I am the type of person who would laugh at anything and everything. It might be a flaw, considering i snort while i laugh, or if your nice, consider it a charm. I aim to be successful and a strong figure for women in the future. If i wasn't so in love with makeup, i would aim to be a detective and fight crime with my determination and confidence. But that dream is less likely to become reality considering i can't even lift up an algebra text book without trembling.
Instead i aim to be a cosmetic chemist and create even BETTER products than MAC. Yes you heard me, BETTER xD I want my own cosmetic company and be one of the biggest names in the industry. 
	

	
	
		
		

		
		
	


	




I like watching horror films, but then later regret it because i become paranoid and don't leave my room for days.  
Some people think im older than my actual age which bothers me a bit, but i guess i benefit from it because people at sephora take me seriously and give me good customer service unlike my friends xD. I love eating lobsters, shrimp scampi, shrimp tempura, dynamite sushi rolls, vietnamese cuisines, Steak, and lots and lots of seafood. I'm allergic to banana's xD i would love to travel to London and Japan someday. 

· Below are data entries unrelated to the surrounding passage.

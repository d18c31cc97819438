package model

import (
	"math"
	"sync"

	"gonum.org/v1/gonum/mat"
)

// collocation holds an axis of radius 1 by its values at n nodes, of which one stands on each face: the nodes of the Gauss-Radau rule of a
// half axis, in the variable of its polynomials, of the Gauss-Lobatto rule of a full one. What stands between is the polynomial through them.
type collocation struct {
	*base
	x, w []float64 // nodes, rising; weights in the axis' own measure, which add up to 1
	b    []float64 // n×n, b[m*n+j]: value at node j in coefficient m
	d    []float64 // n×n, slope at node i of a value at node j
	k    []float64 // n×n, what a value at node j adds to the rate at node i by conduction: minus stiffness over weight
	fast float64   // largest rate of decay of k
}

var (
	collocationsMu sync.Mutex
	collocations   [axisKinds][maxDegrees + 1]*collocation // made once each
)

// collocationOf gives the collocation of a kind with n nodes.
func collocationOf(kind axisKind, n int) *collocation {
	b := baseOf(kind, n)
	collocationsMu.Lock()
	defer collocationsMu.Unlock()
	if c := collocations[kind][n]; c != nil {
		return c
	}
	c := newCollocation(b)
	collocations[kind][n] = c
	return c
}

func newCollocation(b *base) *collocation {
	n := b.n
	c := &collocation{base: b, x: make([]float64, n), w: make([]float64, n), b: make([]float64, n*n), d: make([]float64, n*n), k: make([]float64, n*n)}
	if b.kind == planeFull {
		c.lobatto()
	} else {
		c.radau()
	}
	phi, dphi := mat.NewDense(n, n, nil), mat.NewDense(n, n, nil)
	for i, x := range c.x {
		b.values(x, phi.RawRowView(i), dphi.RawRowView(i))
	}
	var inv, slope mat.Dense
	if err := inv.Inverse(phi); err != nil {
		panic(err) // a bug of ours: the nodes are all different
	}
	slope.Mul(dphi, &inv)
	// The stiffness of the polynomials, brought to the nodes; its rows add up to 0, so that heat is conserved.
	var left, stiff mat.Dense
	left.Mul(inv.T(), b.stiffness())
	stiff.Mul(&left, &inv)
	for i := 0; i < n; i++ {
		for j := 0; j < n; j++ {
			c.b[i*n+j], c.d[i*n+j] = inv.At(i, j), slope.At(i, j)
		}
	}
	sym := mat.NewSymDense(n, nil)
	for i := 0; i < n; i++ {
		sum := 0.0
		for j := 0; j < n; j++ {
			s := (stiff.At(i, j) + stiff.At(j, i)) / 2
			if j >= i {
				sym.SetSym(i, j, s/math.Sqrt(c.w[i]*c.w[j]))
			}
			if j != i {
				c.k[i*n+j] = -s / c.w[i]
				sum += s / c.w[i]
			}
		}
		c.k[i*n+i] = sum
	}
	var eig mat.EigenSym
	eig.Factorize(sym, false)
	c.fast = eig.Values(nil)[n-1]
	return c
}

// radau makes the Gauss-Radau rule with the face as a node from the recurrence of the polynomials: the nodes are the eigenvalues of its
// Jacobi matrix with the last diagonal element so that the face is one (Golub 1973, SIAM Review 15:318-334).
func (c *collocation) radau() {
	n := c.n
	r := recurrences[c.kind][:n]
	j := mat.NewSymDense(n, nil)
	for i := 0; i < n; i++ {
		j.SetSym(i, i, -r[i].b/r[i].a)
		if i+1 < n {
			j.SetSym(i, i+1, 1/r[i].a)
		}
	}
	phi := make([]float64, n)
	c.values(1, phi, nil)
	last := 1.0
	if n > 1 {
		last -= phi[n-2] / phi[n-1] / r[n-2].a
	}
	j.SetSym(n-1, n-1, last)
	var eig mat.EigenSym
	eig.Factorize(j, false)
	for i, t := range eig.Values(nil) {
		c.x[i] = math.Sqrt(max(0, (1+t)/2))
	}
	c.x[n-1] = 1
	for i, x := range c.x {
		c.values(x, phi, nil)
		sum := 0.0
		for _, p := range phi {
			sum += p * p
		}
		c.w[i] = 1 / sum
	}
}

// lobatto makes the Gauss-Lobatto rule on -1…1 (Abramowitz & Stegun 1964, 25.4.32), its inner nodes by Newton's method.
func (c *collocation) lobatto() {
	n := c.n
	p, d := make([]float64, n), make([]float64, n)
	m := float64(n - 1)
	for i := range c.x {
		x := -math.Cos(math.Pi * float64(i) / m)
		for try := 0; try < 100 && i > 0 && i < n-1; try++ {
			legendreAll(x, p, d)
			step := d[n-1] * (1 - x*x) / (2*x*d[n-1] - m*(m+1)*p[n-1])
			x -= step
			if math.Abs(step) < 1e-15 {
				break
			}
		}
		legendreAll(x, p, d)
		c.x[i], c.w[i] = x, 1/(m*(m+1)*p[n-1]*p[n-1])
	}
	if n%2 == 1 {
		c.x[n/2] = 0
	}
}

// weightsAt fills out with the weights of the nodes' values in the value at x.
func (c *collocation) weightsAt(x float64, out []float64) {
	n := c.n
	var phi [maxDegrees]float64
	c.values(x, phi[:n], nil)
	clear(out)
	addColumns(out, c.b, n, phi[:n])
}

// coefficients gives those of the polynomials from the values at the nodes.
func (c *collocation) coefficients(values, out []float64) {
	clear(out[:c.n])
	addRows(out[:c.n], c.b, c.n, values)
}
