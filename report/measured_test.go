package report

import (
	"bytes"
	"encoding/json"
	"math"
	"strings"
	"testing"

	"slowpoint/model"
	"slowpoint/rules"
)

// recordedRoast is the roast with a record that misses its limit, and with surroundings as they were recorded.
func recordedRoast(t *testing.T) *Product {
	t.Helper()
	p := roast(t, model.Cylinder, rules.Met)
	step := p.History.Spans[0].Step
	h, err := model.NewRecord([]model.Span{{Step: step, EndS: 3600}}, []model.Trace{{Point: model.Point{Name: "slowest point"}, TimesS: []float64{0, 1800, 3600}, C: []float64{8, 40, 66}}}, nil)
	if err != nil {
		t.Fatal(err)
	}
	miss := p.Judgement.Findings[0]
	miss.Verdict, miss.MarginK, miss.MarginS, miss.Why = rules.NotMet, ptr(-4.25), nil, "the slowest point came to 66 °C."
	m := Measured{Name: "Trial 7", What: "slowest point", File: "logs/seven.csv", SHA256: strings.Repeat("ab", 32), Column: "Core", Unit: "°C", Readings: 3, StepS: 1800, ResolutionK: 1,
		AccuracyK: ptr(0.5), Missing: 2, Gaps: [][2]float64{{1800, 3600}}, Before: 4, History: h, Judgement: rules.Conclude([]rules.Finding{miss}, nil),
		Against: &Against{PlaceName: "slowest point", TimesS: []float64{0, 3600}, C: []float64{8, 76.5}, Readings: 3, LeftOut: 2, BiasK: -3.5, RMSK: 6.1, ColderK: 10.5, ColderS: 3600,
			Fitted: []Fitted{{What: "film coefficient of Roast", Value: 14.2, Low: 13.1, High: 15.4, Typed: 20, Unit: "W/(m²·K)"}, {What: "conductivity", Low: 0.2, High: 4, Vague: true}}, FittedRMS: 0.4}}
	lost := Measured{Name: "Trial 8", What: "slowest point", File: "logs/eight.csv"}
	p.Measured = []Measured{m, lost}
	after := p.Judgement.Findings[2]
	after.Verdict, after.MarginK = rules.CannotTell, ptr(-11.5)
	p.Deviation = &Deviation{Records: []Measured{{Name: "Air", What: "medium of Blast chill", File: "logs/air.csv"}}, WithinK: 0.05,
		Judgement: rules.Conclude([]rules.Finding{p.Judgement.Findings[0], after}, nil)}
	return p
}

// TestRecordsStandApart: each document tells the verdict of a record beside that of the prediction, and neither for the other.
func TestRecordsStandApart(t *testing.T) {
	p := recordedRoast(t)
	row := p.Row()
	if row.Verdict != p.Judgement.Verdict || row.Measured == nil || *row.Measured != rules.NotMet || row.Worst() != rules.NotMet {
		t.Errorf("%v, by record %v, worst %v", row.Verdict, row.Measured, row.Worst())
	}
	text := string(write(t, NewText, trayHead(), p))
	for _, want := range []string{
		"Record Trial 7: not met. Core reached: the slowest point came to 66 °C.",
		"Record Trial 8 could not be used",
		"With the surroundings as recorded (Air): cannot tell.",
		"Readings: 3, usually 30 min apart, in steps of 1.0 °C (1.8 °F)",
		"Gaps: 30 min to 1 h (30 min)",
		"Left out: 4 readings before the start and 0 after the end of the chain",
		"Accuracy: 0.5 °C (0.9 °F)",
		"the record lies −3.5 °C (−6.3 °F) from it on average, 6.1 °C (11.0 °F) root mean square.",
		"Doubtful readings were left out of that, and of what is fitted: 2.",
		"colder than predicted by up to 10.5 °C (18.9 °F) while heated (1 h); never warmer",
		"film coefficient of Roast 14.2 (13.1 to 15.4) W/(m²·K), taken in the plan 20",
		"conductivity not told by this record (0.200 to 4.00)",
		"It changes no verdict.",
	} {
		if !strings.Contains(text, want) {
			t.Errorf("report.txt lacks %q", want)
		}
	}
	f := opened(t, write(t, NewWorkbook, trayHead(), p))
	got := byHeading(t, f, "Records", 2)
	for k, want := range map[string]string{"Product": "Pork loin, rolled", "Record": "Trial 7", "Limit": "Core reached", "Verdict": "not met", "Margin (°C difference)": "-4.25",
		"Verdict of the prediction": "met", "Bias (°C difference)": "-3.5", "Colder while heated (°C difference)": "10.5", "File": "logs/seven.csv"} {
		if got[k] != want {
			t.Errorf("sheet Records, %s: %q, want %q", k, got[k], want)
		}
	}
	if got := byHeading(t, f, "Records", 3); got["Record"] != "Trial 8" || got["Verdict"] != "cannot tell" {
		t.Errorf("a record that could not be used: %v", got)
	}
	if got := byHeading(t, f, "Records", 4); got["Record"] != "Air" || got["Limit"] == "" {
		t.Errorf("surroundings as recorded: %v", got)
	}
	for _, sheet := range []string{"Overview", "Findings", "Records"} {
		formats, err := f.GetConditionalFormats(sheet)
		if err != nil || len(formats) == 0 {
			t.Errorf("%s marks no verdict: %v", sheet, err)
		}
	}
	var js struct {
		Products []struct {
			Verdict string
			Records []struct {
				Verdict string
				Gaps    [][2]float64 `json:"gaps_s"`
			}
			Recorded struct{ Verdict string } `json:"as_recorded"`
		}
	}
	if err := json.Unmarshal(write(t, NewJSON, trayHead(), p), &js); err != nil {
		t.Fatal(err)
	}
	q := js.Products[0]
	if q.Verdict != p.Judgement.Verdict.String() || len(q.Records) != 2 || q.Records[0].Verdict != "not met" || q.Records[1].Verdict != "cannot tell" ||
		q.Records[0].Gaps[0] != [2]float64{1800, 3600} || q.Recorded.Verdict != "cannot tell" {
		t.Errorf("%+v", q)
	}
	var pdf bytes.Buffer
	if err := WriteProductPDF(&pdf, trayHead(), p); err != nil {
		t.Fatal(err)
	}
}

// TestDifferences: the strip below a record shows record minus prediction, in what the report shows, and breaks in gaps.
func TestDifferences(t *testing.T) {
	for _, fahrenheit := range []bool{false, true} {
		p := recordedRoast(t)
		q := p.Measured[0].asProduct(p)
		h := trayHead()
		h.Fahrenheit = fahrenheit
		f := h.differences(q, q.decides())
		l := f.lines[0]
		// the record goes straight from 8 to 40 °C in the first of two halves, the prediction from 8 to 76.5 °C in both
		seen, half := 0, f.x1/2
		for i, x := range l.x {
			switch y := l.y[i]; {
			case x > half && x < f.x1:
				if !math.IsNaN(y) {
					t.Errorf("%g at %g of %g, in a gap", y, x, f.x1)
				}
			case x <= half:
				if want := (40 - 8 - 68.5/2) * x / half * h.perK(); math.Abs(y-want) > 1e-6 {
					t.Errorf("%g at %g of %g, want %g", y, x, f.x1, want)
				}
				seen++
			}
		}
		if seen < 10 {
			t.Errorf("%d places", seen)
		}
	}
	p := recordedRoast(t)
	p.Measured[0].Against = nil
	if q := p.Measured[0].asProduct(p); trayHead().differences(q, q.decides()) != nil {
		t.Error("differences from no prediction")
	}
}

// TestSizesPDF: a search that meets nothing, and one whose values could not all be calculated, are drawn too.
func TestSizesPDF(t *testing.T) {
	l := &rules.Limit{Name: "Core 70"}
	at := func(v, margin float64, verdict rules.Verdict) *SizePoint {
		return &SizePoint{Value: v, Words: plain(v, 0, nearest) + " mm", Meets: verdict == rules.Met, Findings: []rules.Finding{{Limit: l, Level: "must", Verdict: verdict, MarginK: &margin}}}
	}
	s := &Sizing{Product: "Stew", What: "thickness", Unit: "mm", Most: true, Step: "1 mm", Spacing: "10 mm", Stride: "30 mm",
		Curve: []*SizePoint{at(20, 5, rules.Met), at(30, 1, rules.Met), at(40, -3, rules.NotMet), {Value: 50, Words: "50 mm", Refused: "too thick"}}}
	s.Now = s.Curve[2]
	s.Conclude()
	c := s.chart(trayHead())
	if c == nil || len(c.lines) != 1 || c.lines[0].y[2] != -3 || c.lines[0].y[3] == c.lines[0].y[3] || len(c.spots) != 1 || c.spots[0].x != 30 || c.y0 > -3 || c.y1 < 5 {
		t.Fatalf("%+v", c)
	}
	none := &Sizing{Product: "Mash", What: "thickness", Unit: "mm", Curve: []*SizePoint{{Value: 50, Words: "50 mm", Refused: "too thick"}, {Value: 60, Words: "60 mm", Refused: "too thick"}}}
	none.Now = none.Curve[0]
	none.Conclude()
	if none.chart(trayHead()) != nil {
		t.Error("there is nothing to draw")
	}
	var pdf bytes.Buffer
	if err := WriteSizesPDF(&pdf, trayHead(), []*Sizing{s, none}); err != nil || !bytes.HasPrefix(pdf.Bytes(), []byte("%PDF")) {
		t.Error(err)
	}
}
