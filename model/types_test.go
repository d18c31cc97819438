package model

import (
	"slices"
	"testing"
)

// Every size has its column, no two share a field, and a shape needs no other.
func TestSizeColumns(t *testing.T) {
	var z Size
	for i, column := range SizeColumns {
		*z.Of(column) = float64(i + 2)
	}
	for i, column := range SizeColumns {
		if got := *z.Of(column); got != float64(i+2) {
			t.Errorf("%s: %g, want %d", column, got, i+2)
		}
	}
	if z != (Size{ThicknessM: 2, WidthM: 3, LengthM: 4, DiameterM: 5, VolumeM3: 6, AreaM2: 7}) || z.Of("Depth") != nil {
		t.Errorf("%+v", z)
	}
	for _, s := range Shapes {
		for _, need := range s.Needs {
			if !slices.Contains(SizeColumns, need) {
				t.Errorf("%s needs %s, which is no size", s.Name, need)
			}
		}
	}
}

I also have my own youtube makeup channel at youtube.com/user/thepersonneparfaite 

feel free to drop by and leave me comments, subscribe or show me some support 
	

	
	
		
		

		
		
	


	




Love Y'alls~​


----------



## Janice (Nov 15, 2009)

Mmm, I love seafood too! Welcome to Specktra, glad to have you stop in for a visit.


----------



## gildedangel (Nov 15, 2009)

Welcome to Specktra!


----------



## macaddictxoxo (Nov 15, 2009)




----------



## LMD84 (Nov 15, 2009)

to the forum! i love horror movies too and i also get really paranoid about things after i have watched them!


----------



## coachkitten (Nov 15, 2009)

Welcome to Specktra!  You are gorgeous and I can't wait to see your FOTDs!


----------



## Susanne (Nov 17, 2009)




----------



## Hypathya (Nov 18, 2009)

Gorgeus!!!


----------